Report the count of lines below in which the string "folds" occurs; include nothing else.

> **Extracted data entries**
┄┄┄┄┄┄┄┄┄┄

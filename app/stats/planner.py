r"""How long a nested cross-validation will take, from the number of fits and a mean fit time."""

from __future__ import annotations

import math
from dataclasses import dataclass

import numpy as np


@dataclass(frozen=True)
class Projection:
    """Fit counts and projected CPU and wall-clock time of a nested cross-validation."""

    n_inner_fits: int
    n_outer_refits: int
    n_fits: int
    cpu_seconds: float
    wall_seconds: float
    note: str


def project_wall_time(mean_fit_seconds, *, n_outer, n_inner, n_repeats, n_configs, n_cores,
                      n_refits_per_fold=None) -> Projection:
    r"""Project the number of fits and the running time of a nested cross-validation.

    Parameters
    ----------
    mean_fit_seconds : float
        Mean time of one fit (fitting and scoring), in seconds; ``>= 0``.
    n_outer, n_inner : int
        Number of outer and inner folds.
    n_repeats : int
        Number of repeats of the outer cross-validation.
    n_configs : int
        Number of configurations the inner loop tries (over all families).
    n_cores : int
        Number of worker processes fitting in parallel.
    n_refits_per_fold : int, optional
        Refits on each outer training set; defaults to ``n_configs`` (every configuration is refitted
        and scored on the outer test set). Pass 1 when only the fold winner is refitted.

    Returns
    -------
    Projection
        ``n_inner_fits``, ``n_outer_refits``, ``n_fits`` (their sum), ``cpu_seconds``, ``wall_seconds``
        and ``note`` (the assumption behind the wall time).

    Notes
    -----
    That nested CV costs :math:`n \times k \times m` fits (outer folds, inner folds, configurations) is
    common practice; with :math:`r` repeats and :math:`f` refits per outer fold,

    .. math:: \text{fits} = r\,n\,k\,m + r\,n\,f, \qquad
              \text{cpu} = \text{fits} \cdot \bar t, \qquad
              \text{wall} = \text{cpu} / \min(\text{cores}, \text{fits}).

    The wall time assumes an ideal pool: every core busy until the end, no start-up or transfer
    overhead and fits of equal length. It is a lower bound; uneven fits and overhead make real runs
    longer.

    References
    ----------
    Varma, S. and Simon, R. (2006). Bias in error estimation when using cross-validation for model
    selection. BMC Bioinformatics 7, 91.
    Cawley, G. C. and Talbot, N. L. C. (2010). On over-fitting in model selection and subsequent
    selection bias in performance evaluation. Journal of Machine Learning Research 11, 2079-2107.

    Examples
    --------
    >>> p = project_wall_time(2.0, n_outer=5, n_inner=3, n_repeats=2, n_configs=10, n_cores=4)
    >>> p.n_inner_fits, p.n_outer_refits, p.n_fits, p.cpu_seconds, p.wall_seconds
    (300, 100, 400, 800.0, 200.0)
    """
    if not (isinstance(mean_fit_seconds, int | float | np.integer | np.floating)
            and not isinstance(mean_fit_seconds, bool)
            and math.isfinite(mean_fit_seconds) and mean_fit_seconds >= 0):
        raise ValueError(f"mean_fit_seconds must be a finite number of seconds >= 0; "
                         f"got {mean_fit_seconds!r}")
    refits = n_configs if n_refits_per_fold is None else n_refits_per_fold
    counts = {"n_outer": n_outer, "n_inner": n_inner, "n_repeats": n_repeats, "n_configs": n_configs,
              "n_cores": n_cores, "n_refits_per_fold": refits}
    for name, value in counts.items():
        if isinstance(value, bool) or not isinstance(value, int | np.integer) or value < 1:
            raise ValueError(f"{name} must be a whole number >= 1; got {value!r}")
    n_outer_sets = n_repeats * n_outer
    n_inner_fits = int(n_outer_sets * n_inner * n_configs)
    n_outer_refits = int(n_outer_sets * refits)
    n_fits = n_inner_fits + n_outer_refits
    cpu_seconds = float(n_fits * mean_fit_seconds)
    busy_cores = min(int(n_cores), n_fits)
    note = (f"ideal pool of {busy_cores} busy cores with equal fits and no overhead: "
            "a lower bound, real runs take longer")
    return Projection(n_inner_fits=n_inner_fits, n_outer_refits=n_outer_refits, n_fits=n_fits,
                      cpu_seconds=cpu_seconds, wall_seconds=cpu_seconds / busy_cores, note=note)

┄┄┄┄┄┄┄┄┄┄

> **WRITTEN RESPONSE**
2